Todos sabemos que cuando los planetas se alinean, salen cosas grandiosas, o al menos, deberíamos creerlas. Para el cine de Carlos Saura fueron decisivos tres nombres. Uno es el de Elías Quejereta, el amigo y productor en la mejor etapa de su carrera; el otro, el de Rafael Azcona, un escritor/guionista de la puta madre; por último, el de Geraldine Chaplin, la chica al que todo el mundo subestimaba nombrándola “la hija de”, pero cuyo encanto le permitió al realizador español dar un salto cualitativo y lograr una serie de películas que desde Peppermint Frappé (1967) hasta Mamá cumple cien años (1979) constituyen una cadena de historias necesariamente alegóricas, de discontinuidad narrativa (fragmentación, segmentación temporal y espacial, con estructuras abiertas y cerradas), pero también con el desdoblamiento de roles como pérdida y búsqueda de la identidad, como proyección, como separación entre  el yo y el no yo, como descubrimiento del individuo en la sociedad. Además, el juego constante entre realidad y apariencia, objetivo y subjetivo, naturalidad y artificio, reflexión sobre el cine y los reflejos. Son tiempos de erotismo y muerte, hijos obligados de la represión franquista, de casas que hablan a través de sus objetos, de dinámicas intrafamiliares sombrías y de Cría cuervos (1976), por supuesto, obra maestra de la cual tanto se ha hablado.

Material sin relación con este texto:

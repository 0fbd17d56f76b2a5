"""DXF files read back as a cutting machine reads them, and held against the tables of the same rig folder.

The format: Autodesk, DXF Reference (group codes of LWPOLYLINE and CIRCLE: 8 layer, 10 and 20 place, 40 radius, 70
closed).  The reader below is written for this test from the group codes and knows nothing of the writer.
"""

from __future__ import annotations

import csv
import io
import json
import math

import numpy as np
import pytest

from rigdesign.brief import brief_from_source
from rigdesign.brief.model import Source
from rigdesign.chain import design
from rigdesign.findings import Refusal
from rigdesign.report.writing import rig_files

EXACT = 1e-6  # [mm]: a micrometre's thousandth; tables have twelve digits
SAME_MASS = 1e-9  # relative: tables have twelve digits

LINE = """\
title = "Reed boat keel"
[specimen]
support = "cantilever"
root = "0.2 m"
tip = "3.4 m"
[[load]]
shape = "elliptical"
total = "7.3 kN"
[pads]
count = 7
[acceptance]
moment = "5 %"
shear = "30 %"
"""

SURFACE = """\
title = "Lagoon fence panel"
[specimen]
support = "cantilever"
root = "0 m"
tip = "2.4 m"
outline = "plan.csv"
[[load]]
pressure = "map.csv"
[pads]
count = 6
places = "hard points"
table = "points.csv"
[levers]
plates = true
[acceptance]
moment = "25 %"
shear = "60 %"
torsion = "40 %"
"""

TEXTS = {
    "plan.csv": "x [m],y [m]\n0,-0.5\n2.4,-0.4\n2.4,0.3\n0,0.6\n",
    "map.csv": "x [m],y [m],pressure [Pa]\n0,-0.5,2100\n2.4,-0.5,1300\n2.4,0.6,1100\n0,0.6,2600\n",
    "points.csv": "x [m],y [m]\n0.3,-0.3\n0.35,0.35\n1.1,-0.25\n1.2,0.25\n2.0,-0.25\n2.05,0.15\n",
}


def designed(text: str, hardware: str) -> dict[str, bytes]:
    source = Source("brief.toml", {"brief.toml": f"{text}[hardware]\n{hardware}", **TEXTS})
    answer = design(brief_from_source(source))
    assert not isinstance(answer, Refusal), answer
    return rig_files(answer, figures=False)


FOLDERS = {
    "twin flats": (LINE, 'play = "0.7 mm"\n', 0.7),
    "few marks": (LINE, 'part_marks = "few"\nmark_tolerance = "60 mm"\n', 0.5),
    "hollow sections": (LINE.replace("7.3 kN", "146 kN"), 'build = "hollow section"\n', 0.5),
    "plates": (SURFACE, 'grade = "6082-T6"\n', 0.5),
}


@pytest.fixture(params=FOLDERS, name="folder", scope="module")
def _folder(request):
    text, hardware, play = FOLDERS[request.param]
    return designed(text, hardware), play


def entities(content: bytes, kind: str, layer: str) -> list[dict[int, list[str]]]:
    """All entities of a kind on a layer: their values by group code."""
    lines = content.decode("utf-8").splitlines()
    pairs = [(int(code), value.strip()) for code, value in zip(lines[0::2], lines[1::2], strict=True)]
    start = pairs.index((2, "ENTITIES"))
    end = pairs.index((0, "ENDSEC"), start)
    found: list[dict[int, list[str]]] = []
    for code, value in pairs[start + 1 : end]:
        if code == 0:
            found.append({0: [value]})
        elif found:
            found[-1].setdefault(code, []).append(value)
    return [entity for entity in found if entity[0] == [kind] and entity[8] == [layer]]


def circles(content: bytes, layer: str) -> np.ndarray:
    """x, y and diameter of each circle [mm], by x."""
    rows = [
        [float(entity[10][0]), float(entity[20][0]), 2 * float(entity[40][0])]
        for entity in entities(content, "CIRCLE", layer)
    ]
    return np.array(sorted(rows)).reshape(-1, 3)


def outline(content: bytes) -> np.ndarray:
    (entity,) = entities(content, "LWPOLYLINE", "OUTLINE")
    assert int(entity[70][0]) & 1, "the outline is not closed"
    return np.array([[float(x), float(y)] for x, y in zip(entity[10], entity[20], strict=True)])


def table(folder: dict[str, bytes], name: str) -> list[dict[str, str]]:
    return list(csv.DictReader(io.StringIO(folder[name].decode())))


def pins(folder: dict[str, bytes]) -> dict[str, float]:
    """Diameter of the pin or of the stud [mm] in every hole, by "lever 5 A", from the schedules alone."""
    found = {
        place: float(row["diameter_mm"]) for row in table(folder, "pins.csv") for place in row["where"].split("; ")
    }
    for row in table(folder, "links.csv"):
        if row["upper_fitting"] == "stud":
            found[f"{row['from']} {row['from_hole']}"] = float(row["size"].removeprefix("M"))
        if row["lower_fitting"] == "stud":
            found[f"{row['to']} {row['to_hole']}"] = float(row["size"].removeprefix("M"))
    return found


def test_holes_are_where_the_table_has_them_and_as_large_as_pin_and_play(folder):
    files, play = folder
    known = pins(files)
    for lever in table(files, "levers.csv"):
        name = f"dxf/{lever['mark']}.dxf"
        if name not in files:
            continue
        holes = [row for row in table(files, "holes.csv") if row["lever"] == lever["lever"]]
        first = next(row for row in holes if row["hole"] == "A")
        wanted = np.array(sorted(
            [1000 * (float(row["u_m"]) - float(first["u_m"])), 1000 * (float(row["v_m"]) - float(first["v_m"])),
             known[f"lever {row['lever']} {row['hole']}"] + play]
            for row in holes
        ))  # fmt: skip
        drawn = circles(files[name], "HOLES")
        # both seen from the first hole in x: where the datum is, the next test looks at
        assert drawn.shape == wanted.shape
        assert np.allclose(drawn[:, :2] - drawn[0, :2], wanted[:, :2] - wanted[0, :2], rtol=0, atol=EXACT)
        assert np.allclose(drawn[:, 2], wanted[:, 2], rtol=0, atol=EXACT)


def test_side_plates_have_their_hole_in_the_middle(folder):
    files, play = folder
    for row in table(files, "parts.csv"):
        if "_side" not in row["mark"]:
            continue
        content = files[f"dxf/{row['mark']}.dxf"]
        ((x, y, diameter),) = circles(content, "HOLES")
        corners = outline(content)
        assert [x, y] == pytest.approx(corners.mean(axis=0), abs=EXACT)
        lever = next(lever for lever in table(files, "levers.csv") if lever["mark"] == row["mark"].split("_")[0])
        sizes = {size + play for place, size in pins(files).items() if place.startswith(f"lever {lever['lever']} ")}
        assert min(abs(diameter - size) for size in sizes) < EXACT


def test_drill_list_and_dxf_count_from_one_datum(folder):
    files, _ = folder
    for mark in {row["mark"] for row in table(files, "drill_list.csv")}:
        if f"dxf/{mark}.dxf" not in files:
            continue
        content = files[f"dxf/{mark}.dxf"]
        assert outline(content)[:, 0].min() == pytest.approx(0.0, abs=EXACT)
        for layer, is_spacer in (("HOLES", False), ("SPACERS", True)):
            rows = [
                [float(row[key]) for key in ("from_datum_mm", "across_mm", "diameter_mm")]
                for row in table(files, "drill_list.csv")
                if row["mark"] == mark and (row["hole"] == "spacer") is is_spacer
            ]
            assert np.allclose(circles(content, layer), np.array(sorted(rows)).reshape(-1, 3), rtol=0, atol=EXACT)


def test_area_times_thickness_times_density_is_the_mass(folder):
    """Net of holes for pins and bolts: what lies on the scales."""
    files, _ = folder
    density = {"S355": 7850e-9, "6082-T6": 2700e-9}  # [kg/mm³], EN 1993-1-1 3.2.6 and EN 1999-1-1 3.2.5
    for part in table(files, "parts.csv"):
        if part["kind"] not in ("lever", "plate") or f"dxf/{part['mark']}.dxf" not in files:
            continue
        content = files[f"dxf/{part['mark']}.dxf"]
        x, y = outline(content).T
        area = 0.5 * abs(float(x @ np.roll(y, -1) - y @ np.roll(x, -1)))
        holes = np.concatenate([circles(content, layer) for layer in ("HOLES", "SPACERS")])
        area -= math.pi / 4 * float((holes[:, 2] ** 2).sum())
        (said,) = [entity[1][0] for entity in entities(content, "TEXT", "MARK") if "mm thick" in entity[1][0]]
        thickness = float(said.split(", ")[1].split()[0])
        count = 2 if part["section"].startswith("2 ×") else 1
        mass = count * area * thickness * density[part["material"]]
        assert mass == pytest.approx(float(part["mass_kg"]), rel=SAME_MASS)


def test_a_profile_and_its_side_plates_make_the_lever(folder):
    """What is left of a lever's mass without all that is put on it is its section's mass, net of holes in the webs."""
    files, play = folder
    hardware = json.loads(files["rig.json"])["hardware"]
    known = pins(files)
    parts = {row["mark"]: row for row in table(files, "parts.csv")}
    for body in hardware["bodies"]:
        if body["build"] == "plate":
            continue
        section = hardware["sections"][body["section"]]
        part = parts[hardware["marks"][body["piece"]]]
        holes = [(size + play) / 1000 for place, size in known.items() if place.startswith(f"{body['piece']} ")]
        # bolts M6, M8 or M12 by the depth, in medium holes of ISO 273
        bore = 0.0066 if section["depth_m"] <= 0.035 else 0.009 if section["depth_m"] <= 0.055 else 0.0135
        holes += [bore] * len(body["spacers_m"])
        drilled = 2 * section["web_m"] * sum(math.pi / 4 * hole**2 for hole in holes)
        density = hardware["materials"][body["material"]]["density_kg_m3"]
        mass = body["profiles"] * section["mass_kg_m"] * float(part["length_m"]) - drilled * density
        assert mass == pytest.approx(float(part["mass_kg"]), rel=SAME_MASS)


def test_every_flat_and_plate_has_its_file(folder):
    files, _ = folder
    marks = {
        row["mark"]
        for row in table(files, "parts.csv")
        if row["kind"] == "plate" or (row["kind"] == "lever" and "flat" in row["section"])
    }
    assert marks == {name.removeprefix("dxf/").removesuffix(".dxf") for name in files if name.startswith("dxf/")}
    assert marks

No obstante, un poco más escondida, en 1970 Saura hace El jardín de las delicias, un título que muchos han asociado a El Bosco, pero que puede ser un interesante mecanismo de desvío. Protagonizada por el genial José Luis López Vázquez, aborda un conflicto que hace honor a su puesta en escena surrealista. Hay una familia que intenta por todos los medios que Antonio, un industrial millonario, recupere la memoria. Para ello recrean escenas de su pasado a la manera de un psicodrama. Más allá del interés afectivo, el que prima es el económico: quieren la guita depositada en un banco suizo y para ello necesitan las claves. Entonces, la película se dispara en dos líneas simultáneas. Una es esperpéntica, irrisoria, absolutamente desesperante y está dada por todos los esfuerzos inútiles de una galería de personajes patéticos. La otra, de una oscuridad terrible, afecta a la memoria y va en consonancia con un contexto innombrable y una realidad opresiva de la cual solo queda estallar en mil pedazos.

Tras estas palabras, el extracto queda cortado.